_Material for the task_.
= = = = =

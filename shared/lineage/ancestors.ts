import { OUTSIDE } from './parentOptions';
import type { SortedPedigree } from './sortedPedigree';

/** The given nodes and every node that may be an ancestor of them, in pedigree order. */
export function withAncestors(sorted: SortedPedigree, of: Iterable<number>): Int32Array {
  const { parents, familyOf } = sorted;
  const marked = new Uint8Array(sorted.nodes);
  for (const node of of) marked[node] = 1;
  let count = 0;
  for (let node = sorted.nodes - 1; node >= 0; node -= 1) {
    if (marked[node] !== 1) continue;
    count += 1;
    const family = familyOf[node] ?? 0;
    for (let at = parents.start[family] ?? 0; at < (parents.start[family + 1] ?? 0); at += 1) {
      marked[parents.node[at] ?? OUTSIDE] = 1;
    }
  }
  const found = new Int32Array(count);
  for (let node = 0, place = 0; node < sorted.nodes; node += 1) {
    if (marked[node] === 1) {
      found[place] = node;
      place += 1;
    }
  }
  return found;
}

= = = = =

_Brief_. Nothing but the lines from the one holding "for (const node of of) marked[node] = 1;" to the end of the entries should be output, each exactly as it appears.

_Written answer_.
  for (const node of of) marked[node] = 1;
  let count = 0;
  for (let node = sorted.nodes - 1; node >= 0; node -= 1) {
    if (marked[node] !== 1) continue;
    count += 1;
    const family = familyOf[node] ?? 0;
    for (let at = parents.start[family] ?? 0; at < (parents.start[family + 1] ?? 0); at += 1) {
      marked[parents.node[at] ?? OUTSIDE] = 1;
    }
  }
  const found = new Int32Array(count);
  for (let node = 0, place = 0; node < sorted.nodes; node += 1) {
    if (marked[node] === 1) {
      found[place] = node;
      place += 1;
    }
  }
  return found;
}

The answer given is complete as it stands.